We have been exposed to so much fear, uncertainty, and hardship as a result of the COVID-19 pandemic. Will this experience leave lasting imprints on our traits as a people? Will these lead to permanent changes in our personality as individuals? Those among us who grew up with parents or grandparents who experienced World War II notice a peculiar character attribute among them. They’re frugal to an extent that you feel they’re constantly preparing for a crisis. They have food stashed in the cabinet and they’re solicitous in saving every centavo. You even get the sense, when you observe keenly, that they’re ready to pack up and leave anytime. The suffering and difficulties they went through during the war certainly left an indelible mark in their psyche.
The hardships brought by World War II affected people of all economic status. To a large measure, our “war” with the coronavirus has similarly affected all people across all economic classes. The poor have been affected the most because of dire hunger, which is always the case in every crisis. The middle class and the rich have been seriously affected as well because of loss of employment or severe displacement of their businesses that have left them with piled-up financial obligations and dried-up income streams.
Even if a vaccine is developed eventually, the health and economic insecurity that we have experienced as a result of the pandemic will likely remain deeply ingrained in our minds. This is due to the specter of mutation and the potential emergence of even deadlier viruses at any time.

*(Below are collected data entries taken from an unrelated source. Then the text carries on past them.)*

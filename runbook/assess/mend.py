"""The smallest change that would bring a procedure within its vessel's limits: one figure at a time.

Each figure is moved only towards less hazard, found by halving, rounded to what one would write and judged again.
What no single figure mends is left to the author; what is not known is not a figure to be moved.
"""

from __future__ import annotations

from collections.abc import Callable, Iterator
from dataclasses import dataclass, replace
from math import ceil, floor
from typing import Any

from runbook.apparatus.base import FileModel
from runbook.assess.ahead import look
from runbook.assess.bounds import charge_bounds
from runbook.assess.scene import Scene
from runbook.assess.walk import by_source, walk
from runbook.procedure.document import Place, Route
from runbook.procedure.lines import acts_of, lines_of
from runbook.procedure.model import Charge, WarmTo
from runbook.procedure.reader import Loaded
from runbook.quantities import Bounded, NotKnown, say

_HALVINGS = 14
_ZERO_C = 273.15


@dataclass(frozen=True, slots=True)
class Edit:
    """One value written anew."""

    in_apparatus: bool
    """In the apparatus file; else in the procedure file."""
    at: Place
    write: str
    """As it would stand in the file."""


@dataclass(frozen=True, slots=True)
class Mend:
    """A change after which no margin is outside, everything else as it is."""

    words: str
    """What to change, for a person: 'a plan of at most 128 g ± 2 g'."""
    edits: tuple[Edit, ...]
    """Never empty; applied together."""


@dataclass(frozen=True, slots=True)
class _Figure:
    """One figure that may be moved."""

    now: float
    """[SI]"""
    far: float
    """As far as it may go towards less hazard [SI]."""
    step: float
    """To which it is rounded, towards less hazard [SI]."""
    put: Callable[[float], Loaded]
    """Both files with the figure at a value [SI]."""
    mend: Callable[[float], Mend]


def mends(scene: Scene) -> tuple[Mend, ...]:
    """Every single change that mends a scene with a margin outside; empty where nothing is, or none does."""
    if _within(scene):
        return ()
    found = (_smallest(scene, figure) for figure in _figures(scene))
    return tuple(mend for mend in found if mend is not None)


def _within(scene: Scene) -> bool:
    lines = walk(scene)
    return all(
        m.margin is not None and m.margin > 0.0
        for i in range(len(lines))
        for m in look(scene, lines, i, with_times=False).margins
    )


def _smallest(scene: Scene, figure: _Figure) -> Mend | None:
    def good(value: float) -> bool:
        return _within(_scene_of(scene, figure.put(value)))

    near, far = figure.now, figure.far
    if not good(far):
        return None
    for _ in range(_HALVINGS):
        middle = 0.5 * (near + far)
        near, far = (near, middle) if good(middle) else (middle, far)
    less = figure.far < figure.now
    rounding = floor if less else ceil
    zero = _ZERO_C if figure.now > 150.0 and figure.step >= 0.1 else 0.0
    tidy = zero + figure.step * rounding((far - zero) / figure.step + (1e-9 if less else -1e-9))
    value = tidy if good(tidy) else far
    return figure.mend(value)


def _scene_of(scene: Scene, loaded: Loaded) -> Scene:
    return Scene(loaded, scene.barometer, scene.charge, scene.assume, scene.hottest_K, scene.cell_closed)


def _figures(scene: Scene) -> Iterator[_Figure]:
    for figure in (_charge(scene), _target(scene), _cut_out(scene), _room_hottest(scene), _room_volume(scene)):
        if figure is not None:
            yield figure


# -- the figures ------------------------------------------------------------------------------------------


def _charge(scene: Scene) -> _Figure | None:
    loaded = scene.loaded
    charge = loaded.procedure.charge
    if not isinstance(charge, Charge) or scene.starts_loaded:
        return None
    box = charge.mass

    def put(value: float) -> Loaded:
        return _procedure(loaded, ("charge", "mass"), Bounded(value, box.plus_minus))

    def mend(value: float) -> Mend:
        written = f"{say(value, 'g')} ± {say(box.plus_minus, 'g')}"
        least = charge_bounds(_scene_of(scene, put(value))).least_kg
        words = f"a plan of at most {written}"
        if least is not None and value < least:
            words += f" (the sight wants at least {say(least, 'g', 0)})"
        return Mend(words, (Edit(False, loaded.positions[("charge", "mass")], written),))

    return _Figure(box.value, 1.5 * box.plus_minus + 1e-3, 1e-3, put, mend)


def _target(scene: Scene) -> _Figure | None:
    """The highest temperature that any step warms to by the source, and the set point with it."""
    loaded = scene.loaded
    routes = [
        ((*route, "path", key), getattr(path, key))
        for line in lines_of(loaded.procedure)
        for route, _, path, _ in acts_of(line)
        if isinstance(path, WarmTo) and by_source(scene, path)
        for key in ("warm_to", "set_to")
        if isinstance(getattr(path, key), Bounded)
    ]
    if not routes:
        return None

    def put(value: float) -> Loaded:
        changed = loaded
        for route, box in routes:
            if box.value > value:
                changed = _procedure(changed, route, Bounded(value, box.plus_minus))
        return changed

    def mend(value: float) -> Mend:
        edits = tuple(
            Edit(False, loaded.positions[route], _celsius(value, box)) for route, box in routes if box.value > value
        )
        return Mend(f"stop at {say(value, 'degC')}", edits)

    top = max(box.value for _, box in routes)
    return _Figure(top, scene.room_coldest, 0.5, put, mend)


def _cut_out(scene: Scene) -> _Figure | None:
    loaded = scene.loaded
    source = loaded.apparatus.heat_source
    if source is None or source.cut_out is None or isinstance(source.cut_out, NotKnown):
        return None
    box = source.cut_out

    def put(value: float) -> Loaded:
        changed = _with(loaded.apparatus, ("heat_source", "cut_out"), Bounded(value, box.plus_minus))
        return replace(loaded, apparatus=changed)

    def mend(value: float) -> Mend:
        written = _celsius(value, box)
        at = loaded.apparatus_positions[("heat_source", "cut_out")]
        return Mend(
            f"a cut-out of {source.tag} at {written}, set and tripped on the device", (Edit(True, at, written),)
        )

    return _Figure(box.value, scene.room_coldest, 0.5, put, mend)


def _room_hottest(scene: Scene) -> _Figure | None:
    loaded = scene.loaded
    box = loaded.procedure.room.hottest

    def put(value: float) -> Loaded:
        return _procedure(loaded, ("room", "hottest"), Bounded(value, box.plus_minus))

    def mend(value: float) -> Mend:
        written = _celsius(value, box)
        return Mend(f"a room never above {written}", (Edit(False, loaded.positions[("room", "hottest")], written),))

    return _Figure(box.value, loaded.procedure.room.coldest.high, 0.5, put, mend)


def _room_volume(scene: Scene) -> _Figure | None:
    loaded = scene.loaded
    box = loaded.procedure.room.volume

    def put(value: float) -> Loaded:
        return _procedure(loaded, ("room", "volume"), Bounded(value, box.plus_minus))

    def mend(value: float) -> Mend:
        written = say(value, "m3")
        return Mend(f"a room of at least {written}", (Edit(False, loaded.positions[("room", "volume")], written),))

    return _Figure(box.value, max(2000.0, 10.0 * box.value), 5.0, put, mend)


def _celsius(value: float, box: Bounded) -> str:
    off = f" ± {box.plus_minus:g} K" if box.plus_minus else ""
    return f"{say(value, 'degC')}{off}".replace("°C", "degC")


def _procedure(loaded: Loaded, route: Route, value: object) -> Loaded:
    return replace(loaded, procedure=_with(loaded.procedure, route, value))


def _with(model: Any, route: Route, value: object) -> Any:
    """The same frozen model with one value deep inside it another."""
    if not route:
        return value
    head, rest = route[0], route[1:]
    if isinstance(model, tuple) and isinstance(head, int):
        return (*model[:head], _with(model[head], rest, value), *model[head + 1 :])
    assert isinstance(model, FileModel)
    return model.model_copy(update={str(head): _with(getattr(model, str(head)), rest, value)})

The coronavirus has inflicted a perpetually festering wound in our psyche. How will this affect our behavior, both in our capacities as individual human beings and as members of our community?
Will there be an exodus to the provinces where rural folk are perceived to have better chances of weathering any crisis? Will the habit of planting vegetables in the backyard and in indoor pots endure? Will the facial mask become regular attire among a sizeable number of our people who have physical or psychological frailties? Will handshakes, hugs, and beso-beso be permanently shunned as forms of greeting and felicitation? Will the appetite for risk be clipped among our businessmen, rendering them ultraconservative in their investments?
The prolonged period of lockdown we were subjected to has resulted in the warp-speed migration to online platforms of substantial forms of human contact, entertainment, and transactions. Will this rushed and massive shift to the online web fast-track the decline of shops, malls, and in-person forms of entertainment?
There are two vital takeaways that we can draw from this epochal pandemic, and they’re hidden beneath the haystack of lives and livelihood lost.
First, the virus has impounded and incarcerated us in our dwellings, and forced us to sift through and separate the essentials and nonessentials in our lives. It has laid bare before our eyes the artificial trimmings and conceptual vanities in our lives, making us realize that we can discard them and still have meaningful and pleasant lives. The virus has given us a pair of new eyeglasses that can see through the fog of inanities in our fields of vision, enabling us to recalibrate the direction and pursuits of our lives.
Second, the virus has made it harshly obvious to us that we have umbilical cords connected to the most destitute members of our society. No matter how we barricade ourselves in enclaves of health and wealth, our lives are inextricably intertwined with the lives of those who suffer in squalor all around us. We deceive ourselves if we continue living in pockets and bubbles of sanitized communities, indifferent to inhuman conditions spreading fast in our midst. Our apathy to the least of our brethren can have catastrophic consequences in our lives.
These are the lessons from the virus.